Collected data entries
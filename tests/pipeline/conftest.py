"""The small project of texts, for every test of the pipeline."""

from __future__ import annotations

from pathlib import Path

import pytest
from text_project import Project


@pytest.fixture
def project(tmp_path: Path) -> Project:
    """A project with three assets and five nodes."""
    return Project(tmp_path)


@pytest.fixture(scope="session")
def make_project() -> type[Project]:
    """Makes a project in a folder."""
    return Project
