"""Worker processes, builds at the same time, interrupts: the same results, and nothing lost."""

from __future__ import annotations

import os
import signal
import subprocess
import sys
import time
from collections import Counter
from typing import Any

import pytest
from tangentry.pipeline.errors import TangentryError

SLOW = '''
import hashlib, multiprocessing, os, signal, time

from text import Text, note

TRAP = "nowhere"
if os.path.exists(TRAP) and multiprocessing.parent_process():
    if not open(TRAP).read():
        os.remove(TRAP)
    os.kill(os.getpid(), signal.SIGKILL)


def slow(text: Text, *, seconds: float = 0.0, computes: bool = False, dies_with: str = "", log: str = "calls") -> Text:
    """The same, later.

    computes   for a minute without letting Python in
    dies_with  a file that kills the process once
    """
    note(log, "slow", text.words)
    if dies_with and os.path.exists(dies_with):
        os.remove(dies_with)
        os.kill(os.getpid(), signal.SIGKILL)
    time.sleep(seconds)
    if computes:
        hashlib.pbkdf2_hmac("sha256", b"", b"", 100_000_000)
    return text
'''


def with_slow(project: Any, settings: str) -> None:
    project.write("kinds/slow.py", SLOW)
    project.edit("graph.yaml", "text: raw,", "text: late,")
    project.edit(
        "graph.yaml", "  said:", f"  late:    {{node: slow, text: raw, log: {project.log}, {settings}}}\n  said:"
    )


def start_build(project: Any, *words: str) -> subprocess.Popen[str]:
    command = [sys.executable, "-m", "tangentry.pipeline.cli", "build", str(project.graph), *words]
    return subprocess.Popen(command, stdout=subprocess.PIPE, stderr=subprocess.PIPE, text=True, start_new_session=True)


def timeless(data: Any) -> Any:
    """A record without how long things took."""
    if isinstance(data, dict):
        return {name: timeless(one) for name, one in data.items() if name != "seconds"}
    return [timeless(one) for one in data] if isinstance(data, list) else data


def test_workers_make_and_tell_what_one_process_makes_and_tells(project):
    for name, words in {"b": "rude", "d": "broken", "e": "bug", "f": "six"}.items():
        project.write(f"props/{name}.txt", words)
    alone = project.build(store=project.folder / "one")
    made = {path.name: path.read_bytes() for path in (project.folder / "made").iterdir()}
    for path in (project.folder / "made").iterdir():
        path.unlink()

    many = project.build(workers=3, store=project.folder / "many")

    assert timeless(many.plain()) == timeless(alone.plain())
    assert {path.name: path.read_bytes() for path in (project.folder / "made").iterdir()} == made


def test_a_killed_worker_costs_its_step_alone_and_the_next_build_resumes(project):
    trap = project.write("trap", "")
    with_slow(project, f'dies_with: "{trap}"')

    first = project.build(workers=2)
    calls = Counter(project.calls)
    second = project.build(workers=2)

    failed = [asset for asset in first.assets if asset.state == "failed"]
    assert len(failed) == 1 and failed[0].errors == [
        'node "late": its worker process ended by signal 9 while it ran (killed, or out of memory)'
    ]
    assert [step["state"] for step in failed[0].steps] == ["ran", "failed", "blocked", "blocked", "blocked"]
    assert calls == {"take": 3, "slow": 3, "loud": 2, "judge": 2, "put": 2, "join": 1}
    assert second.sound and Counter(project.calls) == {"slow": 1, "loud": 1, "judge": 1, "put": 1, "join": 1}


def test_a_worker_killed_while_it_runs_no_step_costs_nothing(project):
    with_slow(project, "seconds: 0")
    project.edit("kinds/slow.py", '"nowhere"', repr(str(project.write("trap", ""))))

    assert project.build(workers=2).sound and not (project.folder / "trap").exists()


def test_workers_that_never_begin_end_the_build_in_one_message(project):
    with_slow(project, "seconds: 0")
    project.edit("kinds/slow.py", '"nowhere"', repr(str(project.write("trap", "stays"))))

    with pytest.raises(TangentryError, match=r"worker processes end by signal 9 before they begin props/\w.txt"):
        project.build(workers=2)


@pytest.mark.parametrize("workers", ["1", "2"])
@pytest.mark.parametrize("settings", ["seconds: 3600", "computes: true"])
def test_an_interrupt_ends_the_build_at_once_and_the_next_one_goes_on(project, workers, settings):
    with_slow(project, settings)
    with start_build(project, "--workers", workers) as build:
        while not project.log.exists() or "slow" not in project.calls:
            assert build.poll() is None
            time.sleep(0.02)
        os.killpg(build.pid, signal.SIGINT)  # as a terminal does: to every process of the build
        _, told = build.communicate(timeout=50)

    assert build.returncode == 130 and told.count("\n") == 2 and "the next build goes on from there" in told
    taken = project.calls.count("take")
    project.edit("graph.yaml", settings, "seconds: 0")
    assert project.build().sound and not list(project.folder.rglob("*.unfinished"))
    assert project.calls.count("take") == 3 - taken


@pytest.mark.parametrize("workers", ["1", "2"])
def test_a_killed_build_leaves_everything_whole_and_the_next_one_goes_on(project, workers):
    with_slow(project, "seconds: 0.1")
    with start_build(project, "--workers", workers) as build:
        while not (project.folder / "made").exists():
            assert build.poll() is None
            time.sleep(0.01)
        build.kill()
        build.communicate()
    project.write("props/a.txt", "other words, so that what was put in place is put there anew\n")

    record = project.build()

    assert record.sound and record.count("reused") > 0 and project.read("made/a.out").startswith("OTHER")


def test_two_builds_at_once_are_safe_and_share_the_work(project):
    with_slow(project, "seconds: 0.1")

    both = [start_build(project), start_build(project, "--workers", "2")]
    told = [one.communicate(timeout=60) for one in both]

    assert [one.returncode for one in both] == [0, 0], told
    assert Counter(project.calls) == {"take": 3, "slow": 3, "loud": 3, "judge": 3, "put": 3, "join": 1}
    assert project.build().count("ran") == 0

**ASSIGNMENT**
Using the data above, reproduce exactly the lines between those holding "def timeless(data: Any)" and "return [timeless(one) for", inclusive, and no others.

**SOLUTION BELOW**
def timeless(data: Any) -> Any:
    """A record without how long things took."""
    if isinstance(data, dict):
        return {name: timeless(one) for name, one in data.items() if name != "seconds"}
    return [timeless(one) for one in data] if isinstance(data, list) else data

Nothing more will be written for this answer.